Speaking of bins, I was just looking at the state of the one in the Dene next to the Number 38 Terminus (which has been uprooted again) when I realised that I still had Rover and Amazon on the lead and they were looking at me strangely. It was probably a good thing, as it happens, as they normally hare down there looking for squirrels and there was a lot of nasty large glass fragments. I walked them past these and then let them off.

I woke up a bit after that, but the snow meant that most of the time my head was down. Occasionally I would stop and look about, for the snow was just beginning to lie and it was quite a gentle fall with little wind. The Dene is too soggy and dead at the moment to really provide much in the way of inspiration, but it was nice to see the stuff come down. I always find a snow covered landscape to be so beautiful and the Dene will hopefully be so much more appealing if this does settle. The snow that fell yesterday evening was gone by midnight and the forecast is being understandably canny about whether any more precipitation will be solid or liquid.

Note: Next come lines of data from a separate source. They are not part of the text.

def _near_misses(records: list[Any]) -> list[tuple[Any, str]]:
    """When no trial is feasible: the lowest-Ms trial whose only broken constraint is
    the Ms limit, to be refined for Ms (it may cross below the limit), else none."""
    near = [
        r
        for r in records
        if r.params
        and r.constraints.get("limit:sensitivity_peak", 0.0) > 0.0
        and all(v <= 0.0 for k, v in r.constraints.items() if k != "limit:sensitivity_peak")
        and r.metrics.get("sensitivity_peak") is not None
    ]
    if not near:
        return []
    best = min(near, key=lambda r: (r.metrics["sensitivity_peak"], r.number))
    return [(best, "sensitivity_peak")]


def _refined(
    problem: Any,
    s: Structure,
    si: int,
    picks: list[tuple[Any, str]],
    hand: list[Any],
    progress: Any = None,
) -> list[tuple[Any, str]]:
    """Locally refined versions (explorer.search.refine) of the picks, and of every hand
    design that fits this structure, each as (record, name). A refined design is kept
    only when it is feasible and better in its criterion than where it started.
    ``progress(iteration, max_iter)`` is passed on to the refinement."""

    starts: list[Start] = []
    names: list[str] = []
    base: list[float | None] = []
    numbers: list[int] = []
    for r, crit in picks:
        if r.params and crit in CRITERIA:
            starts.append(Start(params=dict(r.params), criterion=crit))
            names.append(f"{s.label} #{r.number} refined")
            base.append(r.metrics.get(crit))
            numbers.append(r.number)
    if not problem.searched_wc and not problem.searched_pm:
        for hd in hand:
            p = locate(s, hd.compensator.zeros, hd.compensator.poles, problem.wc_rad_s,
                       check_bounds=False)
            if p is not None:
                starts.append(Start(params=p, criterion="sensitivity_peak"))
                names.append(f"{s.label} refined from {hd.name}")
                base.append(None)
                numbers.append(-1)
    if not starts:
        return []
    # Minimising Ms makes the Ms limit redundant from a start that meets it, and lets a
    # start that breaks only that limit (a near miss, a hand design) cross below it;
    # the re-evaluation below applies every limit again.
    ms_only = replace(problem, limits={k: v for k, v in problem.limits.items()
                                       if k != "sensitivity_peak"})
    got: list[dict[str, float] | None] = [None] * len(starts)
    for prob, want_ms in ((ms_only, True), (problem, False)):
        sel = [i for i, st in enumerate(starts) if (st.criterion == "sensitivity_peak") == want_ms]
        if sel:
            got_sel = refine(prob, s, [starts[i] for i in sel], progress=progress)
            for i, p in zip(sel, got_sel, strict=True):
                got[i] = p
    keep = [(i, p) for i, p in enumerate(got) if p is not None]
    if not keep:
        return []
    wc = np.array(
        [p.pop("wc_rad_s") if problem.searched_wc else problem.wc_rad_s for _, p in keep], float
    )
    pm = (
        np.array([p.pop("pm_deg") for _, p in keep], float) if problem.searched_pm else None
    )
    arr = {k: np.array([p[k] for _, p in keep], float) for k in s.params}
    res = evaluate_batch(problem, s, arr, wc, pm)
    out = []
    for j, (i, p) in enumerate(keep):
        rec = row_design(res, j)
        if not res["feasible"][j] or rec["reason"] is not None or rec["gain"] is None:
            continue
        crit = starts[i].criterion
        v, b = rec["metrics"].get(crit), base[i]
        if b is not None and (v is None or CRITERIA[crit] * (v - b) >= 0.0):
            continue  # no better than the trial it started from
        out.append(
            (
                TrialRecord(
                    structure=si,
                    number=numbers[i],
                    state="REFINED",
                    feasible=True,
                    gain=rec["gain"],
                    zeros=tuple(root_from_json(z) for z in rec["zeros"]),
                    poles=tuple(root_from_json(q) for q in rec["poles"]),
                    metrics=rec["metrics"],
                    constraints={},
                    reason=None,
                    params=p,
                ),
                names[i],
            )
        )
    return out


#: How each constraint reads in a "why not" line, in the order a trial's first broken
#: one is taken as its reason (every trial counted once, so the counts add up).
_REASONS = {
    "phase_balance_deg": "phase margin out of reach at the crossover",
    "closed_loop_unstable": "closed loop unstable",
    "crossover_missed": "crossover not where targeted",
    "phase_margin_short_deg": "smallest phase margin below target (another crossover)",
    "practical:max_pole_ratio": "a compensator pole beyond search.max_pole_ratio × ωc",
}


def _why_not(
    s: Structure, records: list[Any], pm_deg: float, required: frozenset[str] = frozenset()
) -> str:
    """Why a structure has no design meeting targets and limits: every trial counted
    once under its first broken constraint (or its failed evaluation), largest count
    first, so the counts add up to the trials."""
    if not records:
        return "no finished trials"
    bal = [r for r in records if r.constraints.get("phase_balance_deg", 0.0) > 0]
    if len(bal) == len(records):
        best = min(r.constraints["phase_balance_deg"] for r in bal)
        return (
            f"cannot reach the phase margin {pm_deg:.1f} deg at the crossover: "
            f"best shortfall {best:.1f} deg"
        )
    counts: dict[str, int] = {}
    for r in records:
        broken = [k for k, v in r.constraints.items() if v > 0]
        first = sorted(broken, key=lambda k: (k not in _REASONS, list(_REASONS).index(k)
                                              if k in _REASONS else 0))
        if r.reason:
            key = "failed evaluation"
        elif first:
            key = first[0]
        else:
            key = "feasible, not kept after the re-check"
        counts[key] = counts.get(key, 0) + 1
    parts = []
    for key, n in sorted(counts.items(), key=lambda kv: -kv[1]):
        label = _REASONS.get(key, key.replace("limit:", "breaks the limit "))
        if key.removeprefix("limit:") in required:
            label = f"misses the required {key.removeprefix('limit:')}"
        extra = ""
        if key == "phase_balance_deg":
            extra = f" (best shortfall {min(r.constraints[key] for r in bal):.1f} deg)"
        elif key.startswith("limit:"):
            m = key.removeprefix("limit:")
            vals = [r.metrics.get(m) for r in records
                    if r.constraints.get(key, 0) > 0 and r.metrics.get(m) is not None]
            if vals:
                best = max(vals) if LIMIT_KEYS.get(m) == "lower" else min(vals)
                extra = f" (best {m} reached {best:.3g})"
        parts.append(f"{n} {label}{extra}")
    return f"{len(records)} trials: " + "; ".join(parts)
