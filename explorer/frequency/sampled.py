"""Sampled implementation of a continuous compensator, and the sampled loop exactly.

Three pieces, pure functions on numpy arrays (docs/implement.md gives every
definition and its source):

1. **Discretization** of C(s) (roots form) into C(z) (roots form):
   Tustin with prewarping, s ← c·(z − 1)/(z + 1) with c = ωp / tan(ωp·T/2); plain
   Tustin, c = 2/T; matched pole-zero mapping, z = exp(r·T), zeros at infinity sent
   to z = −1 and the gain matched on the low-frequency asymptote.
2. **Stages and sections**: the compensator split into named first- and second-order
   stages (integrator, PI, lead, lag, notch, roll-off, ...), each discretized on its
   own (both maps are multiplicative, so the product is C(z)) and written as one
   section b0 + b1 z⁻¹ + b2 z⁻² over 1 + a1 z⁻¹ + a2 z⁻²; the industrial PI / PID
   forms where the structure is one.
3. **The sampled loop**: a zero-order hold, the continuous plant with its delay and
   the computation delay, sampled exactly — a state-space ZOH discretization with a
   fractional input delay (the modified z-transform written in state space;
   Åström & Wittenmark, *Computer-Controlled Systems*, 3rd ed. 1997, §2.3), the
   integrals by the augmented matrix exponential (Van Loan, "Computing integrals
   involving the matrix exponential", IEEE Trans. Autom. Control 23(3), 1978) so
   integrating and unstable plants need no inverse of A. The loop C(z)·H(z) is
   evaluated on the unit circle for 0 < ω < π/T; crossovers, phase crossovers and
   peaks are bracketed on a grid and refined by bisection / golden-section search;
   stability from the eigenvalues of the closed-loop matrix (the roots of the
   closed-loop characteristic polynomial in z).
"""

from __future__ import annotations

import math
from collections.abc import Sequence
from dataclasses import dataclass, field
from typing import Any

import numpy as np
from scipy.linalg import expm
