"""Pareto ranking of designs and the design table (pandas).

Non-dominated sorting (Deb et al., "A fast and elitist multiobjective genetic
algorithm: NSGA-II", IEEE TEC 6(2), 2002, §III-A) over compensator order, Ms,
noise gain (explorer.frequency.noise: sup |C(jω)| above crossover, which unlike hf_gain does not
read 0 for a roll-off) and iae_load, all minimised. Only designs meeting the targets
and limits take part in the fronts; hand designs and the study's own designs are
reference points: each optimized design lists the ones it dominates.
"""

from __future__ import annotations

from typing import Any

import numpy as np
import pandas as pd

__all__ = ["RANK_KEYS", "non_dominated_fronts", "rank_designs", "dominates"]

#: Origins of the reference designs an optimized design is compared with.
REFERENCE_ORIGINS = ("hand", "phase-balanced", "given")
#: The criteria of the ranking, all minimised.
RANK_KEYS = ("order", "sensitivity_peak", "noise_gain", "iae_load")


def _rank_value(r: dict[str, Any], k: str) -> Any:
    """A row's ranking figure: its worst over the plant family where it has one."""
    w = f"worst_{k}"
    return r[w] if w in r else r.get(k)


def _matrix(rows: list[dict[str, Any]]) -> np.ndarray:
    m = np.array(
        [[float("nan") if _rank_value(r, k) is None else float(_rank_value(r, k))
          for k in RANK_KEYS] for r in rows],
        float,
    )
    return np.where(np.isnan(m), np.inf, m).reshape(len(rows), len(RANK_KEYS))


def dominates(a: np.ndarray, b: np.ndarray) -> np.ndarray:
    """``out[i, j]``: row i of ``a`` dominates row j of ``b`` (≤ everywhere, < somewhere)."""
    le = np.all(a[:, None, :] <= b[None, :, :], axis=2)
    lt = np.any(a[:, None, :] < b[None, :, :], axis=2)
    return le & lt


def non_dominated_fronts(x: np.ndarray) -> np.ndarray:
    """Front number (0 = non-dominated) of each row of ``x`` (n, k), minimised."""
    n = x.shape[0]
    front = np.full(n, -1)
    if n == 0:
        return front
    dom = dominates(x, x)
    count = dom.sum(axis=0)
    level = 0
    left = np.ones(n, bool)
    while left.any():
        cur = left & (count == 0)
        if not cur.any():  # cannot happen for a strict partial order; guard anyway
            front[left] = level
            break
        front[cur] = level
        left &= ~cur
        count = count - dom[cur].sum(axis=0)
        level += 1
    return front


def rank_designs(designs: list[dict[str, Any]]) -> pd.DataFrame:
    """One row per DESIGN dict (metrics as columns), sorted: designs meeting the
    targets first by front, order, Ms; then the rest. Columns ``front`` (None for
    designs not meeting), ``pareto``, ``dominates_hand`` (names)."""
    rows = []
    for d in designs:
        row = {
            "name": d["name"],
            "origin": d["origin"],
            "structure": d["structure"],
            "order": d["order"],
            "meets_targets": d.get("meets_targets"),
        }
        for k, v in d["metrics"].items():
            if k != "crossovers_rad_s":
                row[k] = v
        for k, v in (d.get("worst") or {}).items():
            row[f"worst_{k}"] = v
        rows.append(row)
    frame = pd.DataFrame(rows)
    if frame.empty:
        return pd.DataFrame(
            columns=[
                "name",
                "origin",
                "structure",
                "order",
                "meets_targets",
                "front",
                "pareto",
                "dominates_hand",
                *RANK_KEYS[1:],
            ]
        )
    meets = np.array([bool(r["meets_targets"]) for r in rows])
    x = _matrix(rows)
    front = np.full(len(rows), -1)
    idx = np.flatnonzero(meets)
    front[idx] = non_dominated_fronts(x[idx])
    hand = np.array([r["origin"] in REFERENCE_ORIGINS for r in rows])
    dom = dominates(x, x)
    names = np.array([r["name"] for r in rows], dtype=object)
    dom_hand: list[list[str]] = []
    for i in range(len(rows)):
        if rows[i]["origin"] != "optimized" or not meets[i]:
            dom_hand.append([])
            continue
        dom_hand.append([str(n) for n in names[dom[i] & hand]])
    frame["front"] = pd.array([int(f) if f >= 0 else None for f in front], dtype="Int64")
    frame["pareto"] = front == 0
    frame["dominates_hand"] = dom_hand
    frame["_sort"] = np.where(meets, front, 10**6)
    frame["_ms"] = [_rank_value(r, "sensitivity_peak") for r in rows]
    frame = (
        frame.sort_values(
            ["_sort", "order", "_ms", "name"], kind="stable", na_position="last"
        )
        .drop(columns=["_sort", "_ms"])
        .reset_index(drop=True)
    )
    return frame
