@pytest.mark.slow
def test_bundled_hopper_study_runs_through_every_command(
        tmp_path: Path, capsys: pytest.CaptureFixture[str]) -> None:
    study = str(ROOT / "studies" / "hopper_gate.toml")
    code, out, err = _run(capsys, "check", study)
    assert code == 0, err
    assert "measured sweep" in out and "assumptions about the data" in out
    assert "low coherence" in out and "fit error over the band" in out
    code, out, err = _run(capsys, "balance", study, "--json")
    assert code == 0, err
    bal = json.loads(out)
    assert any(d["meets_targets"] for d in bal["designs"])
    code, out, err = _run(capsys, "explore", study, "--out", str(tmp_path / "x"),
                          "--trials", "8", "--json")
    assert code == 0, err
    ex = json.loads(out)
    assert ex["answer"]["design"] is not None
    assert all(d["time_from_fit"] for d in ex["designs"])
    html = (tmp_path / "x" / "report.html").read_text()
    assert "measured" in html
    code, out, err = _run(capsys, "report", study,
                          "--designs", str(tmp_path / "x" / "designs.json"),
                          "--out", str(tmp_path / "again.html"))
    assert code == 0, err


def test_report_points_are_the_measured_data(tmp_path: Path) -> None:
    from explorer.outputs.report import measured_frame, plant_chart, plant_frame

    data_study, _ = _studies(tmp_path, 20)
    st = load_study(data_study)
    w = _grid(20)
    md = measured_frame(st)
    # the points are the sweep (here: the invented model's closed form), not the fit
    np.testing.assert_allclose(md["mag_db"], 20 * np.log10(np.abs(MODEL.freqresp(w))),
                               rtol=1e-12, atol=1e-9)
    # on the fitted model's phase branch (within the fit's phase error, far below a turn)
    assert np.all(np.abs(md["phase_deg"] - np.degrees(st.plant.phase_rad(w))) < 5.0)
    loop = measured_frame(st, PI)
    np.testing.assert_allclose(loop["mag_db"],
                               20 * np.log10(np.abs((MODEL * PI).freqresp(w))), atol=1e-9)
    spec = json.dumps(plant_chart(plant_frame(st), st).to_dict())
    assert "measured band" in spec and "coherence" in spec


@pytest.mark.slow
def test_search_constraints_and_record_check_agree_on_data(
        tmp_path: Path, monkeypatch: pytest.MonkeyPatch) -> None:
    """One meaning of "meets" on a measured plant as well: the search's batch
    constraints (frequency_batch, margin floors) and the record's check
    (design_figures, unknown reasons) on random designs of every structure of the
    hopper study, its limits tightened so that random designs both meet and miss."""
    import tests.test_targets_agree as agree

    (tmp_path / "data").mkdir()
    (tmp_path / "data" / "hopper_gate_sweep.csv").write_text(
        (ROOT / "studies" / "data" / "hopper_gate_sweep.csv").read_text())
    text = (ROOT / "studies" / "hopper_gate.toml").read_text()
    text = text.replace("sensitivity_peak = 1.7", "sensitivity_peak = 1.35")
    text = text.replace("gain_margin_db   = 8", "gain_margin_db   = 21.5")
    assert "1.35" in text and "21.5" in text
    (tmp_path / "hopper_tight.toml").write_text(text)
    monkeypatch.setattr(agree, "STUDIES", tmp_path)
    agree.test_batch_constraints_and_record_check_agree("hopper_tight")


def test_unstable_plant_on_data_needs_its_declared_pole(tmp_path: Path) -> None:
    """An open-loop unstable plant (invented: a levitated load, 2/((s − 1)(s + 5)))
    stabilised by a lead: with unstable_poles = 1 the data give the model's verdict
    (closed-form check: the closed-loop characteristic polynomial's roots, numpy);
    declared 0, the Nyquist count calls the same loop unstable — the data cannot
    show the pole, which is why the key is required."""
    model = Rational(gain=2.0, poles=(1.0, -5.0))
    lead = Rational(gain=60.0, zeros=(-1.5,), poles=(-15.0,))
    num = np.polymul([lead.gain * model.gain], np.poly(lead.zeros))
    den = np.polymul(np.poly(model.poles), np.poly(lead.poles))
    roots = np.roots(np.polyadd(den, num))
    assert np.all(roots.real < 0)  # the true closed loop is stable
    _write_sweep(tmp_path / "sweep.csv", model, _grid(20, 1e-2, 1e3))
    out = {}
    for n in (1, 0):
        path = tmp_path / f"u{n}.toml"
        path.write_text(f'[plant]\ndata = "sweep.csv"\nunstable_poles = {n}\n'
                        "[targets]\nintegrators = 0\n")
        rec = evaluated_record(load_study(path), lead, name="lead", origin="given",
                               structure="lead")
        out[n] = rec
    assert out[1]["metrics"]["closed_loop_stable"] is True
    assert out[1]["metrics"]["closed_loop_rhp_poles"] == 0
    assert out[0]["metrics"]["closed_loop_stable"] is False
    ref = _reference(model * lead)
    _within_bound(out[1], ref, "phase_margin_deg")


@pytest.mark.parametrize("other", [
    Rational(gain=1.2, poles=(-1.0, -1.2), delay_s=0.3),  # more lag: the delay shrinks
    Rational(gain=1.2, poles=(-1.0, -1.2)),  # more lag, no delay: a far zero is added
    Rational(gain=0.9, poles=(-1.0, -0.9), delay_s=0.1),  # less lag: the delay grows
])
def test_hand_plant_matches_the_data_at_the_crossover(other: Rational) -> None:
    """The model the hand designs are placed on equals the data's interpolant at ωc
    in magnitude and phase (mod 360°), whatever model it started from (closed form:
    the sampled model's own value at a measured point)."""
    from explorer.evaluation.plant_source import hand_plant
    from explorer.model.measured_plant import measured_plant

    true = Rational(gain=1.0, poles=(-1.0, -1.0), delay_s=0.2)
    w = _grid(20, 1e-2, 1e2)
    mp = measured_plant(MeasuredResponse.from_model(true, w))
    wc = float(w[30])  # a measured point: the interpolant is the data there
    hp, step = hand_plant(other, mp, wc)
    assert step is not None and "match the data" in step
    want = complex(true.freqresp(np.array([wc]))[0])
    got = complex(hp.freqresp(np.array([wc]))[0])
    assert abs(got) == pytest.approx(abs(want), rel=1e-12)
    dphi = float(hp.phase_rad(np.array([wc]))[0] - true.phase_rad(np.array([wc]))[0])
    assert abs(math.remainder(dphi, 2 * math.pi)) < 1e-9
    assert hp.delay_s >= 0.0


def test_report_page_lists_the_data_assumptions(tmp_path: Path) -> None:
    from explorer.outputs.report_page import _data_assumptions

    data_study, model_study = _studies(tmp_path, 20)
    st = load_study(data_study)
    rec = evaluated_record(st, PI, name="PI", origin="given", structure="PI")
    page = _data_assumptions(st, [rec])
    for text in ("measured sweep sweep.csv", "fitted to the sweep", "plant integrators",
                 "open-loop right-half-plane poles", "below the band", "above the band"):
        assert text in page, text
    assert "Nyquist count" not in page
    assert _data_assumptions(load_study(model_study), []) == ""
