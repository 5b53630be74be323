"""The exploration: Optuna tuning of each structure (:mod:`.tune`), exact refinement,
ranking, the recommended answer and the pipeline that writes the result files
(:mod:`.exploration`).

Layer rules: docs/architecture.md (tests/test_layers.py)."""

from explorer.search.exploration import ExploreResult, explore

__all__ = ["explore", "ExploreResult"]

I passed one or two other dog walkers today, mostly as buttoned up and distracted as myself. There was a little Jack Russell who always lies down when he sees Rover and Amazon and stays that way until they pass. There was a pair of Staffies who seemed well socialised and there was another small dog whose owner cheerfully announced to me "It's going to lie" - talking about the snow. Oh, and not forgetting the old shaggy dog that Amazon was very nice saying hello to.

The pair of them were well behaved passing The Alsatian House, from which there came a very welcoming smell of woodsmoke. As often as not Rover wants to stick his nose under the gate and get barked at and Amazon causes a fuss by barking at Rover and snapping at him. I put Amazon on the near side with a long  lead and Rover on the far side on a short lead. I think this may be the winning formula, but we will have to wait and see - it may have been a different matter if either of the Alsations had been near the gate.

Well, that was the walk. I don't think I will be back to daily blogging, but I might do one or two a week if anything that I find interesting happens.